(Saved entries)
--- START ---

import AxeBuilder from '@axe-core/playwright';
import type { Page } from '@playwright/test';
import { PANEL_TYPES } from '@shared/model/panel-types';
import { choose, studioIdOf, uploadArtwork, waitForDraw } from './bench-helpers';
import { expect, signIn, test } from './fixtures';
import { pngOf } from '../server/testing/images';

/** Issue "Workflow": the items left after the first rounds, each shown in the browser. */

async function openBench(page: Page, who = 'editor'): Promise<string> {
  await signIn(page, `${who}@kilnquartz.example`, 'amber-glow-demo');
  await expect(page).toHaveURL(/\/bench/);
  await waitForDraw(page, 0);
  return studioIdOf(page.url());
}

async function api(page: Page, method: 'post' | 'get', url: string, data?: object) {
  const xsrf = (await page.context().cookies()).find((c) => c.name === 'XSRF-TOKEN')?.value ?? '';
  return page.request[method](url, { headers: { 'X-XSRF-TOKEN': xsrf }, data });
}

test('item 2: on a slowed-down machine, two fields typed right after a panel-type switch both stick — box, slider, marker and what is saved', async ({
  page,
  guard,
}) => {
  void guard;
  test.setTimeout(180_000);
  const studioId = await openBench(page);
  const cdp = await page.context().newCDPSession(page);
  await cdp.send('Emulation.setCPUThrottlingRate', { rate: 8 });
  await choose(page, 'Panel type', PANEL_TYPES[1].name);
  const radius = page.getByRole('spinbutton', { name: 'Glow radius' });
  const share = page.getByRole('spinbutton', { name: 'Glow share' });
  await radius.fill('1.1');
  await radius.press('Tab');
  await share.fill('0.3');
  await share.press('Tab');
  await cdp.send('Emulation.setCPUThrottlingRate', { rate: 1 });
  await expect(radius).toHaveValue('1.1');
  await expect(share).toHaveValue('0.3');
  await expect(page.getByRole('slider', { name: 'Glow radius (mm)' })).toHaveValue('1.1');
  await expect(page.getByRole('slider', { name: 'Glow share' })).toHaveValue('0.3');
  await expect(page.getByRole('status').filter({ hasText: 'Modified since the built-in preset (2 changes)' })).toBeVisible();
  const name = `Typed values ${Date.now().toString(36)}`;
  await page.getByRole('textbox', { name: 'New preset name' }).fill(name);
  await page.getByRole('button', { name: 'Save as new' }).click();
  await expect(page.getByRole('combobox', { name: 'Preset' })).toContainText(name);
  const saved = (await (await api(page, 'get', `/api/studios/${studioId}/presets?q=${encodeURIComponent(name)}`)).json()).presets[0];
  expect(saved.parameters.glass).toMatchObject({ glowRadiusMm: 1.1, glowShare: 0.3 });
});

test('item 9: deleting an artwork names the live share links that show it, and where they go', async ({ page, guard }) => {
  void guard;
  // Share links are the owner's to make.
  const studioId = await openBench(page, 'owner');
  const name = `Linked art ${Date.now().toString(36)}`;
  const artworkId = await uploadArtwork(
    page,
    studioId,
    name,
    pngOf(8, 8, () => [255, 160, 0, 255]),
  );
  const preset = (
    await (
      await api(page, 'post', `/api/studios/${studioId}/presets`, {
        name: `Linked look ${Date.now().toString(36)}`,
        panelTypeId: 'el-amber-640x480',
      })
    ).json()
  ).preset;
  expect((await api(page, 'post', `/api/studios/${studioId}/presets/${preset.id}/links`, { artworkId })).status()).toBe(201);
  await page.getByRole('link', { name: 'Artworks' }).click();
  await page.getByRole('button', { name: `Delete ${name}` }).click();
  const dialog = page.getByRole('alertdialog');
  await expect(dialog).toContainText(
    `One live share link shows it (“${preset.name}”): they will show the studio’s newest other artwork instead.`,
  );
  await dialog.getByRole('button', { name: 'Cancel' }).click();
});

test('item 10: the drift result shows above the preview, in view, and can be closed', async ({ page, guard }, testInfo) => {
  void guard;
  await openBench(page);
  await page.getByRole('button', { name: 'Drift check' }).click();
  const result = page.getByTestId('drift-result');
  await expect(result).toBeVisible({ timeout: 30_000 });
  await expect(result).toBeInViewport();
  await expect(page.getByTestId('stage')).toBeInViewport();
  await page.screenshot({ path: testInfo.outputPath('drift.png') });
  await page.getByRole('button', { name: 'Close the drift check' }).click();
  await expect(result).toBeHidden();
});

test('item 14: the current look and the revision compare show an artwork the user picks', async ({ page, guard }) => {
  void guard;
  const studioId = await openBench(page);
  const name = `Look subject ${Date.now().toString(36)}`;
  await uploadArtwork(
    page,
    studioId,
    name,
    pngOf(64, 48, (x, y) => ((x + y) % 8 < 4 ? [255, 255, 255, 255] : [0, 0, 0, 255])),
  );
  const preset = (
    await (
      await api(page, 'post', `/api/studios/${studioId}/presets`, {
        name: `Shown on ${Date.now().toString(36)}`,
        panelTypeId: 'el-amber-640x480',
      })
    ).json()
  ).preset;
  await page.goto(`/studios/${studioId}/presets/${preset.id}`);
  await choose(page, 'Shown on', name);
  await expect(page.getByRole('img', { name: `Reference render of ${preset.name} on ${name}` })).toBeVisible({ timeout: 30_000 });
});

test('item 24: the calibration outline follows a drag and the arrow keys', async ({ page, guard }) => {
  void guard;
  await openBench(page);
  await page.getByRole('radio', { name: 'Real size' }).click();
  await page.getByRole('button', { name: 'Calibrate' }).click();
  const outline = page.getByRole('slider', { name: 'Card outline width' });
  const before = (await outline.boundingBox())!;
  // Drag the right edge 85.6 px further: one more screen pixel per millimetre of the card.
  await page.mouse.move(before.x + before.width - 2, before.y + before.height / 2);
  await page.mouse.down();
  await page.mouse.move(before.x + before.width - 2 + 85.6, before.y + before.height / 2, { steps: 5 });
  await page.mouse.up();
  const after = (await outline.boundingBox())!;
  expect(after.width - before.width).toBeCloseTo(85.6, 0);
  const value = Number(await outline.getAttribute('aria-valuenow'));
  await outline.press('ArrowRight');
  expect(Number(await outline.getAttribute('aria-valuenow'))).toBe(Math.round((value + 0.01) * 100) / 100);
});

test('item 4: four looks in a 2 × 2 split, each quadrant labelled', async ({ page, guard }, testInfo) => {
  void guard;
  await openBench(page);
  await choose(page, 'Compare with', 'Four looks (2 × 2)');
  const labels = page.getByTestId('quad-label');
  await expect(labels).toHaveCount(4);
  await expect(labels.nth(0)).toHaveText(/^A · /);
  await expect(labels.nth(3)).toHaveText(/^D · /);
  await choose(page, 'Preset D', /D: Line art, no dither/);
  await expect(labels.nth(3)).toHaveText('D · Line art, no dither');
  for (const q of ['Preset B, top right', 'Preset C, bottom left', 'Preset D, bottom right'])
    await expect(page.getByLabel(q)).toBeVisible();
  await waitForDraw(page, 0);
  await page.waitForTimeout(1500);
  await page.screenshot({ path: testInfo.outputPath('four.png') });
});

/** Every studio page a signed-in editor reaches, by its path under the studio. */
const PAGES = ['bench', 'presets', 'artworks', 'drive', 'bios', 'members', 'activity'];

test('axe: no serious or critical accessibility violations on any page (WCAG 2.1 A/AA rules)', async ({ page }) => {
  test.setTimeout(180_000);
  const studioId = await openBench(page);
  const found: string[] = [];
  const scan = async (where: string) => {
    await page.waitForLoadState('networkidle');
    const { violations, passes } = await new AxeBuilder({ page }).withTags(['wcag2a', 'wcag2aa', 'wcag21a', 'wcag21aa']).analyze();
    // A scan that checked nothing would pass too: it must have run the rules on this page.
    expect(passes.length, `${where}: rules that passed`).toBeGreaterThan(10);
    for (const v of violations.filter((x) => x.impact === 'serious' || x.impact === 'critical'))
      found.push(
        `${where}: ${v.id} (${v.impact}) — ${v.help} — ${v.nodes
          .slice(0, 3)
          .map((n) => n.target.join(' '))
          .join(' | ')}`,
      );
  };
  for (const p of PAGES) {
    await page.goto(`/studios/${studioId}/${p}`);
    await expect(page.locator('h1')).toBeVisible();
    await scan(p);
  }
  await page.goto('/account');
  await scan('account');
  await page.context().clearCookies();
  await page.goto('/sign-in');
  await scan('sign-in');
  expect(found, found.join('\n')).toEqual([]);
});

test('at 390 × 844 every page fits the width and shows its heading', async ({ page }) => {
  await page.setViewportSize({ width: 390, height: 844 });
  const studioId = await openBench(page);
  for (const p of [...PAGES.map((x) => `/studios/${studioId}/${x}`), '/account', '/studios']) {
    await page.goto(p);
    await expect(page.locator('h1')).toBeVisible();
    await page.waitForLoadState('networkidle');
    const width = await page.evaluate(() => document.documentElement.scrollWidth);
    expect(width, `${p} is ${width} px wide`).toBeLessThanOrEqual(390);
  }
});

--- END ---

Goal of the exercise —
Your answer must be a single number: how many lines of the records contain the word "path".

Solution to this problem —
3